Lea liest

Schwere Zeiten und skandalöse Bären

von Lea Schlenker 4. Februar 2025

Lea liest Die Dichterin Lea Schlenker stellt in ihrer Kolumne jeden Monat drei Lieblingsbücher vor. Diesmal mit dabei: Margaret Atwood, Julia Fox und John le Carré – von Dystopie bis Spionage.

Silvester habe ich bei Freunden in Zürich verbracht. Wir sitzen auf der Couch, nippen an unseren Sektgläsern und kommen irgendwann und irgendwie auf ein Onlinequiz zu sprechen, dass eine der Anwesenden kürzlich ausgefüllt hat. In diesem Onlinequiz kann man herausfinden, welcher Charakter in der Serie Handmaids Tale zu einem passt.

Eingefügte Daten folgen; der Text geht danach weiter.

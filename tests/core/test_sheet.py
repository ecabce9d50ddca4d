"""The plate in plan view: exact round loads, the strip as the limit of a long ridge, projections and their limits."""

from dataclasses import replace

import numpy as np
import pytest
from downwarp_checkout.plugin.core import plan, strip_check
from downwarp_checkout.plugin.core.elastic import Elastic, flexural_parameter
from downwarp_checkout.plugin.core.errors import DownwarpError
from downwarp_checkout.plugin.core.plate import Plate
from downwarp_checkout.plugin.core.problem import prepare
from downwarp_checkout.plugin.core.profile import Profile
from downwarp_checkout.plugin.core.settings import FitOptions
from downwarp_checkout.plugin.core.sheet import FEW_ROWS, Sheet, SheetLine, tapered
from downwarp_checkout.plugin.core.strip_check import check_strip, markers_between
from downwarp_checkout.plugin.core.transect import Transect
from pyproj import Geod
from scipy.special import bei, beip, ber, berp, kei, keip, ker, kerp

WGS84 = Geod(ellps="WGS84")
RIGIDITY = float(Elastic().rigidity(25e3))
STIFFNESS = 2270.0 * 9.81
LENGTH = (RIGIDITY / STIFFNESS) ** 0.25
"""l = (D / k)^(1/4), m: the length scale of round loads."""
ALPHA = float(flexural_parameter(RIGIDITY, STIFFNESS))


def disk(radius: float, spacing: float, half: int, parts: int = 8) -> np.ndarray:
    """Share of each cell that lies in a disk about the middle cell's centre, (2 half + 1,) squared."""
    at = ((np.arange((2 * half + 1) * parts) + 0.5) / parts - half - 0.5) * spacing
    inside = np.hypot(at[:, None], at) <= radius
    return inside.reshape(2 * half + 1, parts, 2 * half + 1, parts).mean(axis=(1, 3))


@pytest.mark.parametrize(
    ("radius", "published"),
    [
        (1, {0.0: 0.305396, 0.5: 0.284054, 1.0: 0.228305, 2.0: 0.103275}),
        (2, {0.0: 0.786798, 0.5: 0.680415, 1.0: 0.412294, 2.0: 0.031645}),
    ],
)
def test_disk_against_published_values(radius, published):
    """D del^4 w + k w = q on a disk of radius A = ``radius`` l; k w / q at r / A.

    Brotchie & Silvester 1969, form recomputed.
    """
    spacing = LENGTH / 20
    half = 240
    load = disk(radius * LENGTH, spacing, half)
    sheet = Sheet(load * 1e7, spacing, 12 * ALPHA)
    at = half + np.array(list(published)) * radius * LENGTH / spacing
    deflection = SheetLine(sheet, np.full(at.size, float(half)), at).deflection(RIGIDITY, STIFFNESS)
    np.testing.assert_allclose(deflection * STIFFNESS / 1e7, list(published.values()), rtol=5e-3)


def kelvin_disk(radius, r, length):
    """k w / q of a disk in closed form by Kelvin functions, a = A / l, s = r / l (Brotchie & Silvester 1969, checked
    below against the equation's own integral): inside 1 + a (ker' a ber s - kei' a bei s), outside
    a (ber' a ker s - bei' a kei s)."""
    a, s = radius / length, r / length
    inside = 1.0 + a * (kerp(a) * ber(s) - keip(a) * bei(s))
    outside = a * (berp(a) * ker(s) - beip(a) * kei(s))
    return np.where(s <= a, inside, outside)


def test_closed_form_of_the_disk_gives_the_published_values():
    """The formula that the next test uses, at A / l = 1 and 2."""
    for radius, values in (
        (1.0, (0.305396, 0.284054, 0.228305, 0.103275)),
        (2.0, (0.786798, 0.680415, 0.412294, 0.031645)),
    ):
        found = kelvin_disk(radius, radius * np.array([0.0, 0.5, 1.0, 2.0]), 1.0)
        np.testing.assert_allclose(found, values, atol=1.1e-6)


def test_disk_converges_to_the_closed_form():
    """Halving the cells quarters the largest error on a line off the disk's centre: second order, by cell means."""
    errors, spacings = [], LENGTH / np.array([4.0, 8.0, 16.0])
    for spacing in spacings:
        half = round(12 * LENGTH / spacing)
        sheet = Sheet(disk(1.5 * LENGTH, spacing, half, 24), spacing, 14 * ALPHA)
        u = np.linspace(-5, 5, 41) * LENGTH
        v = np.full(u.size, 0.37 * LENGTH)
        found = SheetLine(sheet, half + v / spacing, half + u / spacing).deflection(RIGIDITY, STIFFNESS) * STIFFNESS
        errors.append(np.abs(found - kelvin_disk(1.5 * LENGTH, np.hypot(u, v), LENGTH)).max())
    rate = np.polyfit(np.log(spacings), np.log(errors), 1)[0]
    assert rate == pytest.approx(2.0, abs=0.5)
    assert errors[-1] < 1e-3


def test_point_load_against_published_values():
    """w0 = P / (8 sqrt(D k)), first zero 3.914668 l, bulge 4.931812 l of height 0.014281 w0.

    Kelvin functions: w = -P / (2 pi sqrt(D k)) kei(r / l), Brotchie & Silvester 1969, form recomputed. The point is one
    cell; from a cell away on it is the point load's curve.
    """
    spacing = LENGTH / 16
    half = 220
    load = np.zeros((2 * half + 1, 2 * half + 1))
    load[half, half] = 1e18 / spacing**2
    sheet = Sheet(load, spacing, 14 * ALPHA)
    largest = 1e18 / (8 * np.sqrt(RIGIDITY * STIFFNESS))
    column = np.linspace(half, half + 9 * 16, 600)
    deflection = SheetLine(sheet, np.full(column.size, float(half)), column).deflection(RIGIDITY, STIFFNESS)
    assert deflection[0] == pytest.approx(largest, rel=5e-3)
    places = markers_between((column - half) * spacing, deflection)
    assert places.node.distance == pytest.approx(3.914668 * LENGTH, rel=5e-3)
    assert places.bulge.distance == pytest.approx(4.931812 * LENGTH, rel=5e-3)
    assert -places.bulge.deflection == pytest.approx(0.014281 * largest, rel=5e-3)
    away = column > half + 1
    expected = -1e18 / (2 * np.pi * np.sqrt(RIGIDITY * STIFFNESS)) * kei((column[away] - half) / 16)
    np.testing.assert_allclose(deflection[away], expected, atol=5e-3 * largest)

Da gibt es einige weibliche Charaktere, die zur Verfügung stehen – Handmaids, Wives, Aunts oder Marthas. Eine erstrebenswerte Existenz stellt allerdings keine dieser Figuren dar. Und obwohl die Serie bzw. die Buchreihe von Margaret Atwood eine fiktive Geschichte in einem dystopischen Amerika sein soll, ist es doch vielen Frauen, die ich kenne, unwohl bei der ganzen Sache. Ist es nur tatsächlich nur ein dystopisches Amerika, oder legen wir die Weichen für diese Zukunft bereits schon jetzt?

Mit einem grössenwahnsinnigen Techmilliardär und einer temporär abgeschalteten Abtreibungswebseite wirken Frauenrechte mittlerweile mehr wie eine aus der Mode gekommene Jacke als wie eine fundamentale Errungenschaft. Das macht Angst. Und dennoch wirken die Geschichten von Atwood wie eine Art Trost in schweren Zeiten. Das gilt auch für ihre neuen Werke. In ihrem letzten Jahr erschienenen Erzählband «Hier kommt niemand lebend raus» beweist sie von neuem ihr wunderbares Gespür für das menschliche Handeln und Denken.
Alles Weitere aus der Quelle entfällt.